The Supreme Court of the United States, also known as SCOTUS, is the apex of the federal judiciary system in the United States. Its establishment in 1789 was mandated by Article Three of the United States Constitution. The Court's primary role is to interpret the Constitution, making it a cornerstone of the American democratic system. It has the final say on legal disputes involving federal law, including both civil and criminal matters, and holds the power of judicial review, which allows it to invalidate laws and executive actions it deems unconstitutional.
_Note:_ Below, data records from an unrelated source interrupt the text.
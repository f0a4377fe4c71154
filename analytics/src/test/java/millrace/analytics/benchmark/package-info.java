/**
 * The speed of a run beside a DuckDB script that does the same work as closely as SQL allows, over
 * the same files. Not a test: started by its own command.
 */
package millrace.analytics.benchmark;
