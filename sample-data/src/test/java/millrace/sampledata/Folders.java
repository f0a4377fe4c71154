package millrace.sampledata;

import java.io.ByteArrayInputStream;
import java.io.IOException;
import java.io.InputStream;
import java.io.UncheckedIOException;
import java.nio.file.Files;
import java.nio.file.Path;
import java.util.Map;
import java.util.TreeMap;
import java.util.stream.Stream;
import java.util.zip.GZIPInputStream;

/** Folders as maps from file name to bytes. */
final class Folders {
  private Folders() {}

  /** The files of a folder as they lie on disk. */
  static Map<String, byte[]> bytes(Path folder) throws IOException {
    Map<String, byte[]> files = new TreeMap<>();
    try (Stream<Path> entries = Files.walk(folder)) {
      for (Path file : entries.filter(Files::isRegularFile).toList()) {
        files.put(folder.relativize(file).toString(), Files.readAllBytes(file));
      }
    }
    return files;
  }

  /** The files of a folder, unpacked: how well a file is packed depends on the machine's zlib. */
  static Map<String, byte[]> unpacked(Path folder) throws IOException {
    Map<String, byte[]> files = bytes(folder);
    files.replaceAll((name, bytes) -> name.endsWith(".gz") ? unpack(bytes) : bytes);
    return files;
  }

  private static byte[] unpack(byte[] packed) {
    try (InputStream in = new GZIPInputStream(new ByteArrayInputStream(packed))) {
      return in.readAllBytes();
    } catch (IOException failure) {
      throw new UncheckedIOException(failure);
    }
  }
}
The Court is housed in the Supreme Court Building in Washington, D.C., an architectural masterpiece designed by Cass Gilbert. This imposing structure, made of marble from Vermont, Georgia, and Alabama, is a symbol of justice and authority. Its magnificent interiors reflect a similar grandeur, with high ceilings, grand corridors, and meticulously detailed design elements that underscore the importance of the institution it houses.
Why should you go?
Rich historical insights. The Supreme Court's historical role in shaping the United States cannot be overstated. From landmark rulings on civil liberties to pivotal interpretations of constitutional law, the Court has been instrumental in defining the nature of American democracy. A visit to the Court is a journey through the annals of American history.
Architectural marvel. The Supreme Court Building, completed in 1935, is a testament to classic architectural style. The building's exterior, adorned with a grand staircase and towering columns, is a sight to behold. Inside, the magnificence continues with lavish courtrooms, splendid corridors, and an awe-inspiring library.
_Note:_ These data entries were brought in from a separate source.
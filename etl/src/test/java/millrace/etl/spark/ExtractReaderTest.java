package millrace.etl.spark;

import static org.junit.jupiter.api.Assertions.assertEquals;
import static org.junit.jupiter.api.Assertions.assertNotEquals;
import static org.junit.jupiter.api.Assertions.assertThrows;
import static org.junit.jupiter.api.Assertions.assertTrue;

import java.io.IOException;
import java.nio.file.Files;
import java.nio.file.Path;
import java.util.ArrayList;
import java.util.Arrays;
import java.util.Comparator;
import java.util.List;
import millrace.etl.check.CheckedPatient;
import millrace.etl.check.Findings;
import millrace.etl.check.Quarantined;
import millrace.etl.contract.ContractException;
import millrace.etl.contract.ContractTable;
import millrace.etl.fixture.Checked;
import millrace.etl.fixture.FilesOfAnExtract;
import millrace.etl.fixture.Line;
import millrace.etl.fixture.RowsInMemory;
import millrace.etl.record.CreatinineResult;
import org.apache.spark.sql.SparkSession;
import org.junit.jupiter.api.AfterAll;
import org.junit.jupiter.api.BeforeAll;
import org.junit.jupiter.api.Test;
import org.junit.jupiter.api.io.TempDir;

class ExtractReaderTest {
  private static final CutSizes WHOLE = new CutSizes(1 << 30, 1 << 30);

  /** A part for each record, and several parts of patients. */
  private static final CutSizes SMALL = new CutSizes(1, 700);

  private static SparkSession spark;
  private static Checked inSmallParts;
  private static String fingerprintOfParts;

  @TempDir static Path written;
  @TempDir Path folder;

  @BeforeAll
  static void readOneExtract() throws IOException {
    spark =
        SparkSession.builder()
            .appName("etl tests")
            .master("local[2]")
            .config("spark.driver.host", "127.0.0.1")
            .config("spark.driver.bindAddress", "127.0.0.1")
            .config("spark.ui.enabled", "false")
            .config("spark.sql.session.timeZone", "UTC")
            .config("spark.sql.shuffle.partitions", "2")
            .config("spark.sql.adaptive.enabled", "false")
            .config("spark.sql.codegen.wholeStage", "false")
            .config("spark.shuffle.sort.bypassMergeThreshold", "1")
            .config("spark.sql.shuffle.orderIndependentChecksum.enabled", "false")
            .getOrCreate();
    writeExtract();
    ReadExtract parts = open(written, SMALL);
    fingerprintOfParts = parts.fingerprint();
    inSmallParts = check(parts);
  }

  @AfterAll
  static void stop() {
    spark.stop();
  }

  /** What all rows of an extract became. */
  private record Outcome(
      List<CheckedPatient> patients,
      List<Quarantined> quarantine,
      List<String> findings,
      List<String> accounts) {
    static Outcome of(Checked checked) {
      List<String> findings = new ArrayList<>();
      checked.findings().forEach((key, count) -> findings.add(key + " " + count));
      return new Outcome(
          checked.patients().stream().filter(p -> p.patient().isPresent()).toList(),
          checked.quarantine().stream().sorted(Comparator.comparing(Quarantined::source)).toList(),
          findings,
          Arrays.stream(ContractTable.values()).map(t -> t + " " + checked.account(t)).toList());
    }
  }

  private static ReadExtract open(Path folder, CutSizes cuts) {
    return new ExtractReader(spark, folder, cuts, step -> {}).open();
  }

  private static Checked check(ReadExtract read) {
    PatientStream stream =
        new PatientStream(read.patientBlocks().collectAsList().iterator(), read.context().value());
    List<CheckedPatient> patients = new ArrayList<>();
    List<Quarantined> quarantine = new ArrayList<>(read.quarantine());
    stream.forEachRemaining(patients::add);
    patients.forEach(p -> quarantine.addAll(p.quarantine()));
    patients.sort(
        Comparator.comparing((CheckedPatient p) -> p.patient().map(q -> q.patientId()).orElse("")));
    stream.findings().forEach(read.findings()::add);
    stream.accounting().lines().forEach(read.accounting()::add);
    return new Checked(
        patients,
        read.context().value().units(),
        read.context().value().codes(),
        read.findings(),
        read.accounting(),
        quarantine);
  }

  /** Three patients over several files, with rows that break rules and rows without a key. */
  private static void writeExtract() throws IOException {
    new FilesOfAnExtract(written)
        .file(
            ContractTable.PATIENTS,
            "patients-1.csv",
            Line.of(ContractTable.PATIENTS),
            Line.of(ContractTable.PATIENTS, "patient_id=P2"),
            ",female,1970,")
        .text(
            ContractTable.PATIENTS,
            "patients-2.csv",
            "\uFEFFsex,patient_id,birth_date\r\nfemale,\"P1\",1960-01-01\r\n\r\nmale, P3 ,1980\r\n")
        .file(
            ContractTable.ADMISSIONS,
            "admissions-1.csv.gz",
            Line.of(ContractTable.ADMISSIONS),
            Line.of(ContractTable.ADMISSIONS, "admission_id=A2", "patient_id=P2"),
            Line.of(ContractTable.ADMISSIONS, "admission_id=", "patient_id=P2"),
            Line.of(ContractTable.ADMISSIONS, "admission_id=A8", "patient_id="))
        .file(
            ContractTable.ADMISSIONS,
            "admissions-2.csv",
            Line.of(ContractTable.ADMISSIONS, "admission_id=A2", "patient_id=P3"),
            Line.of(ContractTable.ADMISSIONS, "admission_id=A9", "patient_id=P9"))
        .file(
            ContractTable.UNIT_STAYS,
            "unit_stays-1.csv",
            Line.of(ContractTable.UNIT_STAYS, "admission_id=A2"),
            Line.of(ContractTable.UNIT_STAYS, "admission_id="),
            Line.of(ContractTable.UNIT_STAYS, "admission_id=A9"))
        .file(
            ContractTable.UNIT_STAYS,
            "unit_stays-2.csv.gz",
            Line.of(ContractTable.UNIT_STAYS),
            Line.of(ContractTable.UNIT_STAYS, "admission_id="),
            Line.of(ContractTable.UNIT_STAYS, "admission_id=A2", "left_at="))
        .file(ContractTable.UNITS, "units.csv", Line.of(ContractTable.UNITS), "ICU,Again,other,")
        .text(
            ContractTable.RESULTS,
            "results-1.csv",
            """
            value,unit,\"patient_id\",analyte,collected_at,comment
            1.0,mg/dL,P1,2160-0,2031-03-02T06:00,\"seen
            twice, \"\"again\"\"\"
            1.1,mg/dL,P2,2160-0,2031-03-02T06:00,

            1.2,mg/dL,P1,2160-0,2031-03-03T06:00,
            """)
        .file(
            ContractTable.RESULTS,
            "results-2.csv.gz",
            Line.of(ContractTable.RESULTS, "collected_at=2031-03-04T06:00", "value=1.3"),
            Line.of(ContractTable.RESULTS, "patient_id=P3", "admission_id=A2"),
            Line.of(ContractTable.RESULTS, "patient_id=P9", "admission_id="),
            Line.of(ContractTable.RESULTS, "patient_id="),
            Line.of(ContractTable.RESULTS, "patient_id="))
        .file(
            ContractTable.ADMINISTRATIONS,
            "administrations.csv",
            Line.of(ContractTable.ADMINISTRATIONS, "drug=GENT", "code_system=local"))
        .file(
            ContractTable.BLOOD_PRESSURES,
            "blood_pressures.csv",
            Line.of(ContractTable.BLOOD_PRESSURES),
            Line.of(ContractTable.BLOOD_PRESSURES, "systolic=110"))
        .file(ContractTable.CODE_MAP, "code_map.csv", "administrations,GENT,atc,J01GB03,")
        .described();
  }

  private static void assertSameAsInMemory(Checked read) throws IOException {
    Outcome inMemory = Outcome.of(RowsInMemory.of(written).check());

    // The unknown column belongs to the header, and so to no row.
    assertEquals(List.of("unknown-column comment 1"), unknownColumns(read));
    assertEquals(inMemory.patients(), Outcome.of(read).patients());
    assertEquals(inMemory.quarantine(), Outcome.of(read).quarantine());
    assertEquals(inMemory.accounts(), Outcome.of(read).accounts());
    assertTrue(Outcome.of(read).findings().containsAll(inMemory.findings()));
    assertEquals(inMemory.findings().size() + 1, Outcome.of(read).findings().size());
  }

  @Test
  void readInSmallPartsItIsWhatItIsInMemory() throws IOException {
    assertSameAsInMemory(inSmallParts);
  }

  @Test
  void readWholeItIsWhatItIsInMemory() throws IOException {
    ReadExtract whole = open(written, WHOLE);

    assertSameAsInMemory(check(whole));
    assertEquals(whole.fingerprint(), fingerprintOfParts);
  }

  private static List<String> unknownColumns(Checked read) {
    return read.findings(ContractTable.RESULTS).stream()
        .filter(f -> f.startsWith("unknown-column"))
        .toList();
  }

  @Test
  void theRowsOfAPatientMeetOnce() {
    List<CheckedPatient> known =
        inSmallParts.patients().stream().filter(p -> p.patient().isPresent()).toList();

    assertEquals(
        List.of("P1", "P2", "P3"),
        known.stream().map(p -> p.patient().orElseThrow().patientId()).toList());
    assertEquals(
        List.of(88_400L, 106_080L, 114_920L),
        known.get(0).results().stream().map(CreatinineResult::nanomolesPerLitre).toList());
    assertEquals("J01GB03", known.get(0).administrations().get(0).atc());
    assertEquals(1, known.get(0).pressures().size());
  }

  @Test
  void staysReachThePatientOfTheirAdmission() {
    List<CheckedPatient> known =
        inSmallParts.patients().stream().filter(p -> p.patient().isPresent()).toList();

    assertEquals(
        List.of(1, 2, 0), known.stream().map(CheckedPatient::stays).map(List::size).toList());
    assertEquals(
        List.of(1, 1, 0), known.stream().map(CheckedPatient::admissions).map(List::size).toList());
  }

  @Test
  void rowsWithoutAKeyReachTheQuarantine() {
    Checked read = inSmallParts;

    assertEquals(List.of("4 missing patient_id"), read.broken(ContractTable.PATIENTS));
    assertEquals(
        List.of(
            "4 missing admission_id",
            "5 missing patient_id",
            "2 repeated-key admission_id",
            "3 orphan patient_id"),
        read.broken(ContractTable.ADMISSIONS));
    assertEquals(
        List.of("3 missing admission_id", "4 orphan admission_id"),
        read.broken(ContractTable.UNIT_STAYS));
    assertEquals(
        List.of("4 orphan patient_id", "5 missing patient_id"), read.broken(ContractTable.RESULTS));
    assertEquals(List.of("3 repeated-key unit_id"), read.broken(ContractTable.UNITS));
  }

  @Test
  void whatTheContractDoesNotHaveIsNotedOnce() throws IOException {
    new FilesOfAnExtract(folder)
        .required()
        .text(
            ContractTable.BODY_MEASURES, "body_measures.csv", "patient_id,measured_at,shoe_size\n")
        .resource("allergies", "allergies.csv")
        .described();
    List<String> findings = new ArrayList<>();
    open(folder, WHOLE)
        .findings()
        .forEach((Findings.Key key, Long count) -> findings.add(key.kind().word() + " " + count));

    assertEquals(List.of("unknown-column 1", "unknown-table 1", "empty-table 1"), findings);
  }

  @Test
  void theFingerprintTellsExtractsApart() throws IOException {
    new FilesOfAnExtract(folder).required().described();
    String before = open(folder, WHOLE).fingerprint();

    Files.writeString(
        folder.resolve("units.csv"), Files.readString(folder.resolve("units.csv")) + "\n");
    assertNotEquals(before, open(folder, WHOLE).fingerprint());
  }

  @Test
  void aRequiredTableWithoutRowsIsRefused() throws IOException {
    new FilesOfAnExtract(folder)
        .required()
        .text(ContractTable.UNITS, "units.csv", "unit_id,name,kind\n")
        .described();

    assertEquals(
        "units.csv has a header and no row; the table units is required: export its rows",
        assertThrows(ContractException.class, () -> open(folder, WHOLE)).getMessage());
  }

  @Test
  void aMissingColumnIsRefused() throws IOException {
    new FilesOfAnExtract(folder)
        .required()
        .text(ContractTable.UNITS, "units.csv", "unit_id,name\nICU,Intensive care\n")
        .described();

    assertTrue(
        assertThrows(ContractException.class, () -> open(folder, WHOLE))
            .getMessage()
            .startsWith("units.csv, line 1: the table units needs the column kind"));
  }

  @Test
  void aRefusalOfATaskIsTheCauseOfWhatIsThrown() throws IOException {
    new FilesOfAnExtract(folder)
        .required()
        .text(ContractTable.UNITS, "units.csv", "unit_id,name,kind\nICU,\"Intensive care,other\n")
        .described();
    Throwable thrown = assertThrows(Exception.class, () -> open(folder, WHOLE));
    while (thrown.getCause() != null && !(thrown instanceof ContractException)) {
      thrown = thrown.getCause();
    }

    assertTrue(thrown instanceof ContractException, thrown.toString());
    assertTrue(thrown.getMessage().startsWith("units.csv, line 2: a quoted field"));
  }
}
Educational value. The Court is a treasure trove of knowledge for those interested in law, history, political science, and architecture. Through various exhibits and resources, visitors can learn about pivotal cases, influential justices, and the evolution of American law.
Democracy in action. The Supreme Court allows public observation of oral arguments on a first-come, first-served basis when it is in session, presenting a rare opportunity to witness the highest level of judicial proceedings in the United States.
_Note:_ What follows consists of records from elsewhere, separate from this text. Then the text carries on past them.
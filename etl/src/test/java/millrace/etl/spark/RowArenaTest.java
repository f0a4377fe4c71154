package millrace.etl.spark;

import static org.junit.jupiter.api.Assertions.assertEquals;

import java.nio.charset.StandardCharsets;
import java.util.ArrayList;
import java.util.LinkedHashMap;
import java.util.List;
import java.util.Map;
import millrace.etl.contract.ContractTable;
import millrace.etl.parse.RawRow;
import millrace.etl.record.SourceLine;
import net.jqwik.api.Arbitraries;
import net.jqwik.api.Arbitrary;
import net.jqwik.api.Combinators;
import net.jqwik.api.Example;
import net.jqwik.api.ForAll;
import net.jqwik.api.Property;
import net.jqwik.api.Provide;
import net.jqwik.api.constraints.IntRange;

/** Rows packed by key and unpacked again. */
class RowArenaTest {
  private static final int TABLE = ContractTable.RESULTS.ordinal();

  /** A row, and how many lines it stands below the one before. */
  private record Written(String key, String text, int below) {}

  @Provide
  Arbitrary<List<Written>> rows() {
    return Combinators.combine(
            Arbitraries.of("P1", "P2", "P3", "\u00B5", ""),
            Arbitraries.strings().withCharRange('\u0020', '\u017F').ofMaxLength(200),
            Arbitraries.integers().between(1, 70_000))
        .as(Written::new)
        .list()
        .ofMaxSize(30);
  }

  private static void add(RowArena arena, String key, String text, int line) {
    byte[] source = ("<" + text + ">").getBytes(StandardCharsets.UTF_8);
    byte[] keyBytes = (key + "|").getBytes(StandardCharsets.UTF_8);
    arena.add(line, source, 1, source.length - 1, keyBytes, 0, keyBytes.length - 1);
  }

  private static Map<String, List<String>> unpacked(RowArena arena, int file) {
    Map<String, List<String>> rows = new LinkedHashMap<>();
    for (RowArena.Keyed block : arena.packed(TABLE, file)) {
      Map<ContractTable, List<RawRow>> target = new LinkedHashMap<>();
      target.put(ContractTable.RESULTS, new ArrayList<>());
      PatientBlock.unpack(block.block(), target);
      rows.put(
          block.key(),
          target.get(ContractTable.RESULTS).stream().map(r -> r.source() + r.text()).toList());
    }
    return rows;
  }

  @Property(tries = 300)
  void packedRowsComeBackByKeyWithTheirPlaces(
      @ForAll("rows") List<Written> rows, @ForAll @IntRange(max = 40_000) int file) {
    RowArena arena = new RowArena();
    Map<String, List<String>> expected = new LinkedHashMap<>();
    int line = 1;
    for (Written row : rows) {
      line += row.below();
      add(arena, row.key(), row.text(), line);
      expected
          .computeIfAbsent(row.key(), k -> new ArrayList<>())
          .add(new SourceLine(file, line) + row.text());
    }

    assertEquals(expected, unpacked(arena, file));
  }

  @Example
  void moreKeysAndTextThanTheFirstRoomFit() {
    RowArena arena = new RowArena();
    String text = "x".repeat(40);
    for (int i = 0; i < 60_000; i++) {
      add(arena, "P" + i % 20_000, text + i, i + 2);
    }
    Map<String, List<String>> rows = unpacked(arena, 0);

    assertEquals(20_000, rows.size());
    assertEquals(
        List.of(
            new SourceLine(0, 9) + text + "7",
            new SourceLine(0, 20_009) + text + "20007",
            new SourceLine(0, 40_009) + text + "40007"),
        rows.get("P7"));
  }

  @Example
  void anEmptyArenaHasNoBlock() {
    assertEquals(List.of(), new RowArena().packed(TABLE, 0));
  }
}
Exhibitions and lectures. The Court hosts regular exhibitions and lectures on a variety of legal and historical topics. These informative sessions provide a deeper understanding of the Supreme Court's role and the broader American legal system.
Iconic statues. The Court's grounds are adorned with symbolic statues, including the famous "Contemplation of Justice" and "Authority of Law." These intricate sculptures offer thoughtful reflections on the nature of justice and the rule of law.
Free admission. Admission to the Supreme Court is free of charge, making it an affordable yet enriching experience for all visitors.
Best places to visit near the Supreme Court Of the United States
United States Capitol. This iconic building is just a short walk from the Supreme Court and offers guided tours to explore the legislative branch of the government.
Library of Congress. Located adjacent to the Supreme Court, the Library of Congress is the largest library in the world, housing a vast collection of books, manuscripts, maps, and more. You can take a tour and view stunning architecture and exhibits.
National Mall. This historic park stretches from the Capitol to the Lincoln Memorial, encompassing various monuments and memorials, such as the Washington Monument, World War II Memorial, and Vietnam Veterans Memorial.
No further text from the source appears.